The work was majorly aimed towards adding support for Data Augmentation Techniques in the form of Keras Pre-Processing Layers. The Layers are graph mode compatible as well and hence work with tf datasets which are more efficient. The layers also provide granular control such as deciding which tokens to skip using a list, a tf function or even a native python function. Insertion and Replacement layers also have fine grained control over how to choose the new token using either a list, a tf function or a native python function.

Major portion of my GSoC timeline went towards this work as this included several API redesigns to make it usable for the end users and also needed to be graph mode compatible to be usable with tf datasets

Tokenizers

PR Link Status Description
Fixes for the WordPieceTrainer Merged These tests removed dependency between tests in the docstring and those in the test files for file handling
Created a trainer for SentencePiece Tokenizer Merged Added a trainer which Trains a SentencePiece vocabulary from an input dataset or a list of filenames.
Fixed Bug in Unicode Tokenizer Vocab Size Merged Fixed bug caused by mistake in argument name
Added a vocabulary_size argument to UnicodeCharacterTokenizer Merged Incorporated capping OOV tokens in the UnicodeCharacterTokenizer by setting vocabulary_size
Adding Utility to Detokenize as list of Strings to Tokenizer Base Class Merged Added a utility which decodes tensors into list of strings over bytestring recursively
UnicodeCharacterTokenizer Merged Added a new tokenizer for tokenization into Unicode Characters
Fixing rank 1 outputs for WordPieceTokenizer Merged Fixed issue with Rank 1 outputs in WordPieceTokenizer

Tokenizers are an essential part of any NLP Library. KerasNLP also has its share of tokenizers. I majorly contributed to the building of the UnicodeCharacterTokenizer, some fixes for WordPieceTokenizer and Trainer and creating a utility to train create proto files for SentencePiece Tokenizer.

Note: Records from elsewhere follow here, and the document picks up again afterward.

/**
 * polynomialLeastSquares for several nested models at once: the model with the first q of
 * `powers` for each q in `sizes`, all from one QR factorisation of the largest design
 * (see solveTriangular). Undefined when the largest model cannot be fitted.
 */
export function nestedPolynomialLeastSquares(
  x: ArrayLike<number>,
  y: ArrayLike<number>,
  powers: number[],
  sizes: number[],
): PolynomialSolution[] | undefined {
  const n = x.length;
  const p = powers.length;
  if (n < p) return undefined;
  let scale = 0;
  for (let i = 0; i < n; i++) scale = Math.max(scale, Math.abs(x[i]));
  if (scale === 0) scale = 1;
  const X = scratchDesign(n * p);
  const Y = scratchObservations(n);
  for (let i = 0; i < n; i++) {
    const t = x[i] / scale;
    for (let k = 0; k < p; k++) X[i * p + k] = power(t, powers[k]);
    Y[i] = y[i];
  }
  // X and Y are scratch space, free to overwrite
  const rDiag = householderQR(X, n, p, Y);
  if (!rDiag) return undefined;
  const out: PolynomialSolution[] = [];
  for (const q of sizes) {
    const sol = solveTriangular(X, rDiag, Y, n, p, q);
    if (!sol) return undefined;
    out.push(unscale(sol, powers, scale));
  }
  return out;
}

/** tⁿ for the small whole powers of a polynomial design (Math.pow is several times slower for these). */
function power(t: number, n: number): number {
  switch (n) {
    case 0:
      return 1;
    case 1:
      return t;
    case 2:
      return t * t;
    case 3:
      return t * t * t;
    default:
      return Math.pow(t, n);
  }
}

/** Undo the scaling of x: βₖ was fitted against (x/scale)^powₖ, so multiply it by scale^−powₖ, and the covariance entry (i, k) by scale^−powᵢ · scale^−powₖ. */
function unscale(sol: LeastSquaresSolution, powers: number[], scale: number): PolynomialSolution {
  const p = sol.beta.length;
  const f = new Array<number>(p);
  for (let k = 0; k < p; k++) f[k] = Math.pow(scale, -powers[k]);
  const s2 = sol.degreesOfFreedom > 0 ? sol.residualSumOfSquares / sol.degreesOfFreedom : 0;
  const beta = new Array<number>(p);
  const unscaled: number[][] = new Array(p);
  const covariance: number[][] = new Array(p);
  for (let i = 0; i < p; i++) {
    beta[i] = sol.beta[i] * f[i];
    const unscaledRow = new Array<number>(p);
    const covarianceRow = new Array<number>(p);
    for (let k = 0; k < p; k++) {
      unscaledRow[k] = sol.unscaledCovariance[i][k] * f[i] * f[k];
      covarianceRow[k] = unscaledRow[k] * s2;
    }
    unscaled[i] = unscaledRow;
    covariance[i] = covarianceRow;
  }
  return {
    beta,
    unscaledCovariance: unscaled,
    residualSumOfSquares: sol.residualSumOfSquares,
    degreesOfFreedom: sol.degreesOfFreedom,
    covariance,
  };
}

// ---------------------------------------------------------------------------------------
// Line list checks

export function runningIndex(branch: Branch, J: number, rBranchIndex: 'J+1' | 'J' = 'J+1'): number {
  return branch === 'R' ? (rBranchIndex === 'J' ? J : J + 1) : -J;
}

/** "R(3)", or "?(?)" for the parts that could not be read: how a bad line is named in a message. */
function lineName(branch: string, J: unknown): string {
  return `${branch || '?'}(${typeof J === 'number' && Number.isFinite(J) ? J : '?'})`;
}

/** Checks a line list and names every bad line ("line 4, P(0): ..."). */
export function validateLines(lines: unknown, parameterCount: number): { ok: true; lines: Line[] } | FitFailure {
  const problems: { field: string; message: string }[] = [];
  if (!Array.isArray(lines))
    return { ok: false, problems: [{ field: 'lines', message: 'The line list must be a list of { branch, J, wavenumber }.' }] };
  if (lines.length > MAX_LINES) {
    return {
      ok: false,
      problems: [
        {
          field: 'lines',
          message: `The line list has ${lines.length} lines; a fundamental band has at most a few hundred (limit ${MAX_LINES}). Paste the assigned lines only.`,
        },
      ],
    };
  }
  const out: Line[] = [];
  // Position of the line already assigned to each R(J) and P(J), by J, to catch a repeat.
  // (Plain arrays indexed by J: J is checked to be a whole number from 0 to 500 first.)
  const seenR: number[] = [];
  const seenP: number[] = [];
  for (let i = 0; i < lines.length; i++) {
    if (!(i in lines)) continue; // a hole in a sparse array is not a line (as Array.prototype.forEach skips it)
    const raw: unknown = lines[i];
    const where = `lines[${i}]`;
    const n = i + 1;
    if (raw === null || typeof raw !== 'object') {
      problems.push({ field: where, message: `Line ${n} is not a { branch, J, wavenumber } entry.` });
      continue;
    }
    const r = raw as { branch?: unknown; J?: unknown; wavenumber?: unknown };
    // "P" and "R" as they usually come need no tidying; " r" or "p " do.
    const branch = r.branch === 'P' || r.branch === 'R' ? r.branch : typeof r.branch === 'string' ? r.branch.trim().toUpperCase() : '';
    const J = typeof r.J === 'string' && r.J.trim() !== '' ? Number(r.J) : r.J;
    const wn = typeof r.wavenumber === 'string' && r.wavenumber.trim() !== '' ? Number(r.wavenumber) : r.wavenumber;
    if (branch !== 'P' && branch !== 'R') {
      problems.push({ field: `${where}.branch`, message: `Line ${n}: branch must be P or R, not "${String(r.branch)}".` });
      continue;
    }
    if (typeof J !== 'number' || !Number.isInteger(J)) {
      problems.push({ field: `${where}.J`, message: `Line ${n} (${lineName(branch, J)}): J must be a whole number.` });
      continue;
    }
    if (J < 0) {
      problems.push({ field: `${where}.J`, message: `Line ${n} (${lineName(branch, J)}): J cannot be negative.` });
      continue;
    }
    if (J > 500) {
      problems.push({ field: `${where}.J`, message: `Line ${n} (${lineName(branch, J)}): J = ${J} is far beyond any populated level.` });
      continue;
    }
    if (branch === 'P' && J === 0) {
      problems.push({ field: `${where}.J`, message: `Line ${n}: P(0) does not exist (it would end on J = −1); the first P line is P(1).` });
      continue;
    }
    if (typeof wn !== 'number' || !Number.isFinite(wn) || wn <= 0) {
      problems.push({
        field: `${where}.wavenumber`,
        message: `Line ${n} (${lineName(branch, J)}): the wavenumber must be a positive number of cm⁻¹.`,
      });
      continue;
    }
    const seen = branch === 'R' ? seenR : seenP;
    const earlier = seen[J];
    if (earlier !== undefined) {
      problems.push({
        field: where,
        message: `Line ${n} (${lineName(branch, J)}) repeats the assignment of line ${earlier + 1}; each line can be assigned only once.`,
      });
      continue;
    }
    seen[J] = i;
    out.push({ branch: branch as Branch, J, wavenumber: wn });
  }
  if (problems.length > 0) return { ok: false, problems: problems.slice(0, 20) };
  if (out.length < parameterCount) {
    return {
      ok: false,
      problems: [
        {
          field: 'lines',
          message: `The fit has ${parameterCount} parameters but only ${out.length} line${out.length === 1 ? '' : 's'}; assign at least ${parameterCount} lines.`,
        },
      ],
    };
  }
  return { ok: true, lines: out };
}

// ---------------------------------------------------------------------------------------
// The band fit

function est(value: number, variance: number): Estimate {
  return { value, stdError: Math.sqrt(Math.max(0, variance)) };
}

/** The fitted constants without the extras (residuals, bond lengths, combination differences). */
export interface BandConstantsFit {
  ok: true;
  cubic: boolean;
  /** The validated lines, with their running index m and wavenumber y (cm⁻¹) in the same order. */
  lines: Line[];
  m: number[];
  y: number[];
  solution: PolynomialSolution;
  nu0: Estimate;
  B0: Estimate;
  B1: Estimate;
  Be: Estimate;
  alphaE: Estimate;
  D?: Estimate;
}

const QUADRATIC_POWERS = [0, 1, 2];
const CUBIC_POWERS = [0, 1, 2, 3];
const NESTED_SIZES = [3, 4];

/** Running indices and wavenumbers of validated lines. */
function indexLines(list: Line[], rBranchIndex: FitOptions['rBranchIndex']): { m: number[]; y: number[] } {
  const n = list.length;
  // Plain arrays: small Float64Arrays are slow to create (see the scratch space above).
  const m = new Array<number>(n);
  const y = new Array<number>(n);
  for (let i = 0; i < n; i++) {
    m[i] = runningIndex(list[i].branch, list[i].J, rBranchIndex);
    y[i] = list[i].wavenumber;
  }
  return { m, y };
}

/** The lines with every P(J) read as P(J + shift) (−1 undoes P lines numbered one too high). */
function renumberP(list: Line[], shift: number | undefined): Line[] {
  if (!shift) return list;
  return list.map((l) => (l.branch === 'P' ? { branch: 'P', J: l.J + shift, wavenumber: l.wavenumber } : l));
}

/** ν̃₀, B₀, B₁, Bₑ, αₑ (and D) from the coefficients of ν̃(m) = a + bm + cm² [+ dm³] and their covariance. */
function constantsOf(list: Line[], m: number[], y: number[], sol: PolynomialSolution): BandConstantsFit {
  const cubic = sol.beta.length === 4;
  const b = sol.beta[1];
  const cc = sol.beta[2];
  const d = cubic ? sol.beta[3] : 0;
  const V = sol.covariance;
  // B₁ = (b + c)/2, B₀ = (b − c)/2, αₑ = B₀ − B₁ = −c, Bₑ = (3B₀ − B₁)/2 = b/2 − c, D = −d/4.
  const varB1 = (V[1][1] + V[2][2] + 2 * V[1][2]) / 4;
  const varB0 = (V[1][1] + V[2][2] - 2 * V[1][2]) / 4;
  const varBe = V[1][1] / 4 + V[2][2] - V[1][2];
  return {
    ok: true,
    cubic,
    lines: list,
    m,
    y,
    solution: sol,
    nu0: est(sol.beta[0], V[0][0]),
    B0: est((b - cc) / 2, varB0),
    B1: est((b + cc) / 2, varB1),
    Be: est(b / 2 - cc, varBe),
    alphaE: est(-cc, V[2][2]),
    D: cubic ? est(-d / 4, V[3][3] / 16) : undefined,
  };
}

const SINGULAR: FitFailure = {
  ok: false,
  problems: [{ field: 'lines', message: 'The line positions cannot be fitted (the equations are singular).' }],
};

/**
 * The least-squares part of fitBand alone: validates the lines and fits ν̃₀, B₀, B₁, Bₑ, αₑ
 * (and D). The slip diagnosis uses it to refit with the lines renumbered, where the residuals
 * and combination differences would be thrown away.
 */
export function fitBandConstants(lines: unknown, options: FitOptions = {}): BandConstantsFit | FitFailure {
  const cubic = options.centrifugal === true;
  const checked = validateLines(lines, cubic ? 4 : 3);
  if (!checked.ok) return checked;
  const list = renumberP(checked.lines, options.pBranchShift);
  const { m, y } = indexLines(list, options.rBranchIndex);
  // Every line has its own m: validateLines refused repeated assignments, and (branch, J) → m is
  // one-to-one in either numbering (R lines have m ≥ 0, P lines m ≤ −1). So there are n ≥ p
  // distinct values of m, as many as the fit needs, and no need to count them again here.
  const sol = polynomialLeastSquares(m, y, cubic ? CUBIC_POWERS : QUADRATIC_POWERS);
  return sol ? constantsOf(list, m, y, sol) : SINGULAR;
}

/**
 * Fits the line list with the model asked for (quadratic by default). Never throws: a list that
 * cannot be fitted comes back as { ok: false, problems } naming the bad line. To let the data
 * choose between the models, use fitBandModels.
 */
export function fitBand(lines: unknown, options: FitOptions = {}): BandFit | FitFailure {
  const k = fitBandConstants(lines, options);
  return k.ok ? completeFit(k, options.species) : k;
}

PR Link Status Description
Adding Eval Script for BERT on SQUAD Dataset In Works Aims to add an Eval Script for BERT on SQUAD Dataset
Migrating from Datasets to TFDS for GLUE Example Merged Removed dependency on Datasets for GLUE and instead migrated to TFDS

This work is mainly towards adding more features to the BERT model present in the repository which makes it easy for the end user to rebuild models by modifying the code. I worked towards changing dataset dependency and also I’m currently working on adding an Eval Script for SQUAD Dataset.

Guides

PR Link Status Description
Guide on Open Ended Text Generation Guide KerasNLP In Review Added a guide for keras.io which showcases tradeoff between Byte and Unicode Tokenizer

This guide aims to showcase our tokenizers to the end-users and also attract attention towards the library

General Work

PR Link Status Description
Added Debug Info for Line Ending Issues Merged Added some documentation to address issues caused while running linters in wrong file ending mode
Fixed Import Error Merged Fixed error caused by missing init file
Fixed Import for top_p_search util Merged Fixed error caused by missing import in init file for top_p_search
Added Kernel and Bias Initializers Merged Added Kernel and Bias Initializers to Encoder and Decoder classes

These are minor bugs and fixes along with some basic features which I worked towards fixing/adding.